Todos los quesos con Denominación de Origen tienen como uno de los requisitos básicos que no se pueden recubrir con cortezas artificiales. Por lo tanto, en este tipo de quesos sí se puede comer la corteza con total tranquilidad.
Y, por otro lado, la corteza que se añade artificialmente. El Real Decreto 1113/2006, de 29 de septiembre, determina qué coberturas se permiten en los quesos madurados, siendo las más frecuentes las siguientes: aceite de oliva, especias (pimienta y pimentón), plantas aromáticas, humo aplicado de manera directa en la corteza y ceras.
Las cortezas artificiales son muy fáciles de diferenciar a simple vista.

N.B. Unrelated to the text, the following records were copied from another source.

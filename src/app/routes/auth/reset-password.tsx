import { useState } from 'react';
import { Link, useSearchParams } from 'react-router-dom';
import { AuthLayout } from '@/components/layouts/auth-layout';
import { buttonClasses } from '@/components/ui/button';
import { Notice } from '@/components/ui/notice';
import { paths } from '@/config/paths';
import { ResetPasswordForm } from '@/features/auth/components/reset-password-form';

export function ResetPasswordRoute() {
  const [params] = useSearchParams();
  const token = params.get('token');
  const [done, setDone] = useState(false);

  if (done) {
    return (
      <AuthLayout title="Password set">
        <Notice tone="ok" role="status" title="Your new password is set">
          Sign in with it from now on.
        </Notice>
        <Link to={paths.auth.signIn.getHref()} className={buttonClasses('primary', 'md', 'mt-6')}>
          Sign in
        </Link>
      </AuthLayout>
    );
  }

  if (!token) {
    return (
      <AuthLayout title="Set a new password">
        <Notice tone="warn" role="alert" title="This reset link is incomplete">
          Open the link from the e-mail again, or ask for a new one.
        </Notice>
        <Link to={paths.auth.forgotPassword.getHref()} className={buttonClasses('secondary', 'md', 'mt-6')}>
          Ask for a new link
        </Link>
      </AuthLayout>
    );
  }

  return (
    <AuthLayout title="Set a new password" description="Choose a password you do not use anywhere else.">
      <ResetPasswordForm token={token} onSuccess={() => setDone(true)} />
    </AuthLayout>
  );
}
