import type { FieldValues, Path, UseFormSetError } from 'react-hook-form';
import { fieldErrorsOf, isApiError } from './api-client';

/**
 * Puts a server's validation messages on the matching form fields and returns what is left to show
 * above the form (null when every message found its field).
 */
export function applyServerErrors<T extends FieldValues>(
  error: unknown,
  setError: UseFormSetError<T>,
  fields: readonly Path<T>[],
): string | null {
  if (!isApiError(error)) return 'Something went wrong. Try again.';
  const fieldErrors = fieldErrorsOf(error);
  let unmapped = false;
  let mapped = false;
  for (const [field, messages] of Object.entries(fieldErrors)) {
    if (messages.length === 0) continue;
    if ((fields as readonly string[]).includes(field)) {
      setError(field as Path<T>, { type: 'server', message: messages[0] });
      mapped = true;
    } else {
      unmapped = true;
    }
  }
  if (mapped && !unmapped) return null;
  return error.message;
}
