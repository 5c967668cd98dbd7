/**
 * The listing life cycle: draft -> submitted -> approved (live) / changes_requested / rejected,
 * then sold_out or withdrawn (source: /work/shared/DOMAIN.md, "The marketplace").
 *
 * Decisions:
 * - `rejected` is final. Rejection is for unsafe or dishonest listings; fixable problems go through
 *   `changes_requested`. A seller who still wants to sell the item creates a new listing, so the rejected
 *   one (and why it was rejected) stays on record untouched.
 * - `withdrawn` can be reopened by its seller (`reopen` -> draft), because a seller who pulled a listing
 *   (item sent to a show, found damaged) often wants it back; it must pass review again from draft.
 * - An administrator may also `reject` a live (approved or sold-out) listing: that is the take-down path for
 *   an unsafe listing found after approval.
 * - A seller may `withdraw` a sold-out listing they will not restock.
 * - Editing an approved or sold-out listing's review-relevant fields sends it back to `submitted`.
 *   Only the fields in `fieldsEditableWithoutReview` keep it live; any other field (including ones added later)
 *   needs review, so new fields are safe by default.
 */

export const listingStates = [
  'draft',
  'submitted',
  'approved',
  'changes_requested',
  'rejected',
  'sold_out',
  'withdrawn',
] as const;
export type ListingState = (typeof listingStates)[number];

export const listingActors = ['seller', 'admin', 'system'] as const;
export type ListingActor = (typeof listingActors)[number];

export const listingActionTypes = [
  'submit',
  'approve',
  'request_changes',
  'reject',
  'withdraw',
  'reopen',
  'sell_out',
  'restock',
  'edit',
] as const;
export type ListingActionType = (typeof listingActionTypes)[number];

/** Fields whose change keeps an approved listing live (stock and commercial details, not what is sold). */
export const fieldsEditableWithoutReview = ['quantity', 'priceCents', 'description', 'shipping', 'pickup'] as const;

/** Fields the lead's listing model is expected to use; others are accepted too and need review. */
export type ListingField =
  | 'partId'
  | 'condition'
  | 'usedGrade'
  | 'rubberUse'
  | 'photos'
  | 'title'
  | (typeof fieldsEditableWithoutReview)[number]
  | (string & {});

export type ListingAction =
  | { type: Exclude<ListingActionType, 'edit'> }
  | { type: 'edit'; changedFields: readonly ListingField[] };

export type TransitionErrorCode = 'unknown_action' | 'forbidden_actor' | 'invalid_transition';

export interface TransitionError {
  code: TransitionErrorCode;
  message: string;
  state: ListingState;
  action: ListingActionType;
  actor: ListingActor;
}

export type TransitionResult = { ok: true; state: ListingState; reviewRequired: boolean } | { ok: false; error: TransitionError };

interface Rule {
  actors: readonly ListingActor[];
  from: readonly ListingState[];
  /** Next state for the simple actions; `edit` is computed. */
  to?: ListingState;
}

const rules: Readonly<Record<ListingActionType, Rule>> = {
  submit: { actors: ['seller'], from: ['draft', 'changes_requested'], to: 'submitted' },
  approve: { actors: ['admin'], from: ['submitted'], to: 'approved' },
  request_changes: { actors: ['admin'], from: ['submitted'], to: 'changes_requested' },
  reject: { actors: ['admin'], from: ['submitted', 'approved', 'sold_out'], to: 'rejected' },
  withdraw: { actors: ['seller'], from: ['draft', 'submitted', 'approved', 'changes_requested', 'sold_out'], to: 'withdrawn' },
  reopen: { actors: ['seller'], from: ['withdrawn'], to: 'draft' },
  sell_out: { actors: ['system'], from: ['approved'], to: 'sold_out' },
  restock: { actors: ['system'], from: ['sold_out'], to: 'approved' },
  edit: { actors: ['seller'], from: ['draft', 'submitted', 'changes_requested', 'approved', 'sold_out'] },
};

export function isListingState(value: unknown): value is ListingState {
  return typeof value === 'string' && (listingStates as readonly string[]).includes(value);
}

/** A listing buyers can see and buy from. */
export function isLive(state: ListingState): boolean {
  return state === 'approved';
}

/** A state nothing can leave. */
export function isFinal(state: ListingState): boolean {
  return state === 'rejected';
}

/** True when any changed field is outside the short list that keeps a live listing approved. */
export function editRequiresReview(changedFields: readonly string[]): boolean {
  if (!Array.isArray(changedFields)) throw new TypeError('changedFields must be an array of field names');
  const keepsApproval = fieldsEditableWithoutReview as readonly string[];
  return changedFields.some((field) => !keepsApproval.includes(field));
}

function fail(code: TransitionErrorCode, message: string, state: ListingState, action: ListingActionType, actor: ListingActor): TransitionResult {
  return { ok: false, error: { code, message, state, action, actor } };
}

/**
 * The next state after `actor` performs `action` on a listing in `state`, or a typed error.
 * Simple actions may be passed as their name: `transition('draft', 'submit', 'seller')`.
 */
export function transition(
  state: ListingState,
  action: ListingAction | Exclude<ListingActionType, 'edit'>,
  actor: ListingActor,
): TransitionResult {
  if (!isListingState(state)) throw new TypeError(`Unknown listing state: ${JSON.stringify(state)}`);
  if (!(listingActors as readonly string[]).includes(actor)) throw new TypeError(`Unknown actor: ${JSON.stringify(actor)}`);
  const act: ListingAction = typeof action === 'string' ? { type: action } : action;
  const type = act?.type as ListingActionType;
  if (!(listingActionTypes as readonly string[]).includes(type)) {
    return fail('unknown_action', `Unknown listing action: ${JSON.stringify(type)}`, state, type, actor);
  }
  const rule = rules[type];
  if (!rule.actors.includes(actor)) {
    return fail('forbidden_actor', `Only ${rule.actors.join(' or ')} may ${type.replaceAll('_', ' ')} a listing.`, state, type, actor);
  }
  if (!rule.from.includes(state)) {
    return fail('invalid_transition', `A listing that is ${state.replaceAll('_', ' ')} cannot be given '${type}'.`, state, type, actor);
  }

  if (act.type === 'edit') {
    if (!Array.isArray(act.changedFields)) throw new TypeError('edit needs changedFields: an array of field names');
    // Drafts and listings already waiting on the seller or an admin stay where they are.
    if (state !== 'approved' && state !== 'sold_out') return { ok: true, state, reviewRequired: false };
    if (editRequiresReview(act.changedFields)) return { ok: true, state: 'submitted', reviewRequired: true };
    return { ok: true, state, reviewRequired: false };
  }
  const next = rule.to as ListingState;
  return { ok: true, state: next, reviewRequired: next === 'submitted' };
}

/** The actions `actor` may take on a listing in `state`, for showing buttons. */
export function allowedActions(state: ListingState, actor: ListingActor): ListingActionType[] {
  return listingActionTypes.filter((type) => rules[type].actors.includes(actor) && rules[type].from.includes(state));
}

Suelen ser de colores brillantes e intensos como el negro o el rojo. La textura es muy regular y, además, son insípidas al gusto. Por el contrario, las cortezas naturales son de colores más apagados de la gama de los marrones.
Este tipo de cortezas artificiales no son tóxicas, pero aún así no deben comerse. No suponen ningún tipo de problema para la salud, aunque los expertos recomiendan desecharlas.
Consejos para comer queso
Uno de los principales consejos a la hora de servir el queso es no hacerlo nunca frío. La baja temperatura esconde los aromas y los sabores naturales, así que es conveniente sacarlo de la nevera al menos una hora antes de servirlo. Si se trata de un queso maduro, necesita al menos tres horas a temperatura ambiente.
Al servir una tabla de quesos, lo mejor es colocar los más suaves en el exterior y los más fuertes en el interior, tomándolos de fuera hacia dentro. Aunque las nueces y el pan son los acompañamientos más comunes del queso, hay muchas otras opciones, como la miel o la fruta fresca.